■ **TASK OBJECTIVE**
Read through the records below and copy each line that uses the word "chart".

(Collected data entries)
□ □ □ □ □

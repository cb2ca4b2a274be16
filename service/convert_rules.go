package service

import (
	"fmt"

	pb "limitary/api/limitary/v1"
	"limitary/internal/chart"
	"limitary/internal/definition"
	"limitary/internal/rules"
)

// specsFromProto reads the rules of a trace; paths in errors begin at field.
func specsFromProto(field string, in []*pb.RuleSpec) ([]rules.Spec, error) {
	if err := tooMany(field, len(in), rules.RulesMax, "rules"); err != nil {
		return nil, err
	}
	out := make([]rules.Spec, len(in))
	for i, r := range in {
		s, err := specFromProto(r)
		if err == nil {
			err = checkSpec(s)
		}
		if err != nil {
			return nil, under(fmt.Sprintf("%s[%d]", field, i), err)
		}
		out[i] = s
	}
	return out, nil
}

func checkSpec(s rules.Spec) error {
	if err := s.Check(); err != nil {
		e := err.(*rules.SpecError)
		return definition.Invalid(e.Field, "%s", e.Problem)
	}
	return nil
}

func specFromProto(in *pb.RuleSpec) (rules.Spec, error) {
	s := rules.Spec{ID: in.GetId()}
	switch c := in.GetConsequence(); c {
	case pb.Consequence_CONSEQUENCE_UNSPECIFIED, pb.Consequence_CONSEQUENCE_LOOK, pb.Consequence_CONSEQUENCE_ACT, pb.Consequence_CONSEQUENCE_STOP:
		s.Consequence = rules.Consequence(c)
	default:
		return s, definition.Invalid("consequence", "%d: no such value", c)
	}
	switch sides := in.GetSides(); sides {
	case pb.Sides_SIDES_UNSPECIFIED, pb.Sides_SIDES_BOTH:
		s.Sides = rules.BothSides
	case pb.Sides_SIDES_UPPER:
		s.Sides = rules.UpperOnly
	case pb.Sides_SIDES_LOWER:
		s.Sides = rules.LowerOnly
	default:
		return s, definition.Invalid("sides", "%d: no such value", sides)
	}
	switch r := in.GetRule().(type) {
	case *pb.RuleSpec_Beyond_:
		s.Kind, s.K, s.M, s.Z = rules.Beyond, int(r.Beyond.GetK()), int(r.Beyond.GetM()), r.Beyond.GetZ()
	case *pb.RuleSpec_BeyondLine_:
		s.Kind = rules.BeyondLine
		switch l := r.BeyondLine.GetLine(); l {
		case pb.LineKind_LINE_KIND_ACTION:
			s.Line = rules.ActionLine
		case pb.LineKind_LINE_KIND_WARNING:
			s.Line = rules.WarningLine
		case pb.LineKind_LINE_KIND_UNSPECIFIED:
		default:
			return s, definition.Invalid("beyond_line.line", "%d: no such value", l)
		}
	case *pb.RuleSpec_SameSide_:
		s.Kind, s.N = rules.SameSide, int(r.SameSide.GetN())
	case *pb.RuleSpec_Trend_:
		s.Kind, s.N = rules.Trend, int(r.Trend.GetN())
	case *pb.RuleSpec_Alternating_:
		s.Kind, s.N = rules.Alternating, int(r.Alternating.GetN())
	case *pb.RuleSpec_Within_:
		s.Kind, s.N, s.Z = rules.Within, int(r.Within.GetN()), r.Within.GetZ()
	case *pb.RuleSpec_Outside_:
		s.Kind, s.N, s.Z, s.OneSideOK = rules.Outside, int(r.Outside.GetN()), r.Outside.GetZ(), r.Outside.GetOneSideOk()
	case *pb.RuleSpec_Span_:
		s.Kind, s.Z = rules.Span, r.Span.GetZ()
	case *pb.RuleSpec_Ewma_:
		s.Kind, s.Lambda, s.Limit, s.Asymptotic = rules.EWMA, r.Ewma.GetLambda(), r.Ewma.GetLimit(), r.Ewma.GetAsymptotic()
	case *pb.RuleSpec_Cusum_:
		s.Kind, s.Reference, s.Interval, s.HeadStart = rules.CUSUM, r.Cusum.GetK(), r.Cusum.GetH(), r.Cusum.GetHeadStart()
	}
	return s, nil
}

func specToProto(s rules.Spec) *pb.RuleSpec {
	out := &pb.RuleSpec{Id: s.ID, Consequence: consequenceToProto(s.Consequence), Sides: pb.Sides(s.Sides) + pb.Sides_SIDES_BOTH}
	switch s.Kind {
	case rules.Beyond:
		out.Rule = &pb.RuleSpec_Beyond_{Beyond: &pb.RuleSpec_Beyond{K: int32(s.K), M: int32(s.M), Z: s.Z}}
	case rules.BeyondLine:
		out.Rule = &pb.RuleSpec_BeyondLine_{BeyondLine: &pb.RuleSpec_BeyondLine{Line: pb.LineKind(s.Line)}}
	case rules.SameSide:
		out.Rule = &pb.RuleSpec_SameSide_{SameSide: &pb.RuleSpec_SameSide{N: int32(s.N)}}
	case rules.Trend:
		out.Rule = &pb.RuleSpec_Trend_{Trend: &pb.RuleSpec_Trend{N: int32(s.N)}}
	case rules.Alternating:
		out.Rule = &pb.RuleSpec_Alternating_{Alternating: &pb.RuleSpec_Alternating{N: int32(s.N)}}
	case rules.Within:
		out.Rule = &pb.RuleSpec_Within_{Within: &pb.RuleSpec_Within{N: int32(s.N), Z: s.Z}}
	case rules.Outside:
		out.Rule = &pb.RuleSpec_Outside_{Outside: &pb.RuleSpec_Outside{N: int32(s.N), Z: s.Z, OneSideOk: s.OneSideOK}}
	case rules.Span:
		out.Rule = &pb.RuleSpec_Span_{Span: &pb.RuleSpec_Span{Z: s.Z}}
	case rules.EWMA:
		out.Rule = &pb.RuleSpec_Ewma_{Ewma: &pb.RuleSpec_Ewma{Lambda: s.Lambda, Limit: s.Limit, Asymptotic: s.Asymptotic}}
	case rules.CUSUM:
		out.Rule = &pb.RuleSpec_Cusum_{Cusum: &pb.RuleSpec_Cusum{K: s.Reference, H: s.Interval, HeadStart: s.HeadStart}}
	}
	return out
}

func specsToProto(in []rules.Spec) []*pb.RuleSpec {
	out := make([]*pb.RuleSpec, len(in))
	for i, s := range in {
		out[i] = specToProto(s)
	}
	return out
}

// The numbers of these enums on the wire follow those of the domain, which canonical bytes fix; tests hold them together.

func consequenceToProto(c rules.Consequence) pb.Consequence { return pb.Consequence(c) }

func sideToProto(s rules.Side) pb.Side {
	if s == rules.NoSide {
		return pb.Side_SIDE_NONE
	}
	return pb.Side(s)
}

func roleToProto(r chart.Role) pb.TraceRole {
	return pb.TraceRole(r) + pb.TraceRole_TRACE_ROLE_LOCATION
}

□ □ □ □ □

■ **PROBLEM SOLUTION**
	"limitary/internal/chart"
func roleToProto(r chart.Role) pb.TraceRole {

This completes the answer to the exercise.